Margie Murphy has long enjoyed a successful career as a master glass artist.  Her creations can be found throughout the United States in churches, corporate offices and private homes. One of her most notable commissions was for 14 custom windows – one for each Olympic event – at the 1980 Winter Games in Lake Placid, NY.

A Stuart resident since 2000, Margie did very well as a prominent local artist. Then the recession hit and commissions began to dry up.  After 40 years, Margie was struggling to make ends meet. She started having severe panic attacks.

“I was fearful that I was going to have a stroke or heart attack,” she says, citing a family history of early death with her mother and grandmother. Margie was afraid she was headed for the same fate.

But with no health insurance and no money, she couldn’t find help. Then a friend told her to try the Volunteers in Medicine Clinic.  She applied, qualified and became a VIM patient.

“If someone had told me 10 years ago that I would have needed this help, I wouldn’t have believed it,” Margie says.  “I had health care, I was married, I was in a secure situation. But things changed for me. I never dreamed I would have to go to a place like VIM for help. “

She’s enormously grateful for the care and compassion she gets at VIM Clinic. “They opened their arms to me,” she says. “Without them, I don’t know where I’d be right now.”
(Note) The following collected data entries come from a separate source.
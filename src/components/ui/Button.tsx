import type { AnchorHTMLAttributes, ButtonHTMLAttributes, ReactNode } from 'react';
import { classes } from './classes.ts';

export type ButtonLook = 'plain' | 'primary' | 'quiet';

interface Looks {
  readonly look?: ButtonLook;
  readonly small?: boolean;
  readonly className?: string;
}

type ButtonProps = Looks &
  Omit<ButtonHTMLAttributes<HTMLButtonElement>, 'style'> & {
    /** Work is under way: the button stays focusable, says so and does not act twice. */
    readonly busy?: boolean;
    readonly busyLabel?: string;
  };

/** A button says what happens. One primary button on a panel. */
export function Button({ look, small, className, busy, busyLabel, children, ...rest }: ButtonProps) {
  return (
    <button
      type="button"
      {...rest}
      className={looks({ look, small, className })}
      aria-disabled={busy || rest['aria-disabled'] || undefined}
      onClick={busy ? (event) => event.preventDefault() : rest.onClick}
    >
      {busy ? (busyLabel ?? children) : children}
    </button>
  );
}

type LinkButtonProps = Looks &
  Omit<AnchorHTMLAttributes<HTMLAnchorElement>, 'style'> & {
    readonly href: string;
    readonly children: ReactNode;
  };

/** A link that looks like a button: it leads somewhere and changes nothing. */
export function LinkButton({ look, small, className, children, ...rest }: LinkButtonProps) {
  return (
    <a {...rest} className={looks({ look, small, className })}>
      {children}
    </a>
  );
}

function looks({ look = 'plain', small, className }: Looks): string {
  return classes('button', look !== 'plain' && `button-${look}`, small && 'button-small', className);
}
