import { useEffect, useId, useRef, type ReactNode } from 'react';

interface DialogProps {
  readonly open: boolean;
  readonly title: string;
  /** Escape, the backdrop's own close and the close button come here; the caller sets `open`. */
  readonly onClose: () => void;
  readonly children: ReactNode;
}

/** A native modal dialog: the browser keeps the focus inside and gives it back to what opened it. */
export function Dialog({ open, title, onClose, children }: DialogProps) {
  const dialog = useRef<HTMLDialogElement>(null);
  const titleId = useId();
  useEffect(() => {
    const element = dialog.current;
    if (!element) return;
    if (open && !element.open) element.showModal();
    if (!open && element.open) element.close();
  }, [open]);
  return (
    <dialog
      ref={dialog}
      className="dialog"
      aria-labelledby={titleId}
      onCancel={(event) => {
        event.preventDefault();
        onClose();
      }}
      onClose={() => {
        if (open) onClose();
      }}
    >
      <h2 id={titleId} className="type-panel mb-3">
        {title}
      </h2>
      {open && children}
    </dialog>
  );
}

/** Buttons at the foot of a dialog; the one that acts comes last. */
export function DialogActions({ children }: { readonly children: ReactNode }) {
  return <div className="dialog-actions">{children}</div>;
}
She thinks about that for a minute.  “I’d probably be dead,” she adds.

Margie’s economic struggle continues. She’s found part-time work and art sales remain slow. She doesn’t qualify for Medicaid and still can’t afford to buy insurance.  In the meantime, she gives back the only way she can right now – she donates her art to help with fundraising.
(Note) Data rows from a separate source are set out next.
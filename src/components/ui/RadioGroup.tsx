import { useId, type ReactNode } from 'react';
import { FieldErrorText, type Choice } from './Field.tsx';

interface RadioGroupProps {
  readonly legend: ReactNode;
  readonly name: string;
  readonly options: readonly Choice[];
  /** Null is nothing chosen; nothing is preselected by itself. */
  readonly value?: string | null;
  readonly defaultValue?: string;
  readonly onChange?: (value: string) => void;
  readonly hint?: ReactNode;
  readonly error?: ReactNode;
  readonly required?: boolean;
  readonly disabled?: boolean;
}

export function RadioGroup(props: RadioGroupProps) {
  const { legend, name, options, value, defaultValue, onChange, hint, error, required, disabled } = props;
  const id = useId();
  const described = [hint && `${id}-hint`, error && `${id}-error`].filter(Boolean).join(' ');
  const controlled = value !== undefined;
  return (
    <fieldset className="field" disabled={disabled} aria-describedby={described || undefined}>
      <legend className="field-label">{legend}</legend>
      {hint && (
        <p className="field-hint" id={`${id}-hint`}>
          {hint}
        </p>
      )}
      {options.map((option) => (
        <label key={option.value} className="choice">
          <input
            type="radio"
            name={name}
            value={option.value}
            required={required}
            disabled={option.disabled}
            {...(controlled
              ? { checked: value === option.value }
              : { defaultChecked: defaultValue === option.value })}
            onChange={() => onChange?.(option.value)}
          />
          <span>
            {option.label}
            {option.hint && <span className="field-hint block">{option.hint}</span>}
          </span>
        </label>
      ))}
      {error && <FieldErrorText id={`${id}-error`}>{error}</FieldErrorText>}
    </fieldset>
  );
}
In fact, she’s creating a special window for the Jan. 24, 2014, “Paradise” Gala, which will be offered at a silent auction item.

“VIM is a worthy organization because of the health care crisis we’re in right now,” she says. “I’m just so grateful to have all these magnificent people working for those of us who are indigent or hurting right now. VIM is a Godsend, and I’m very thankful to all of them.”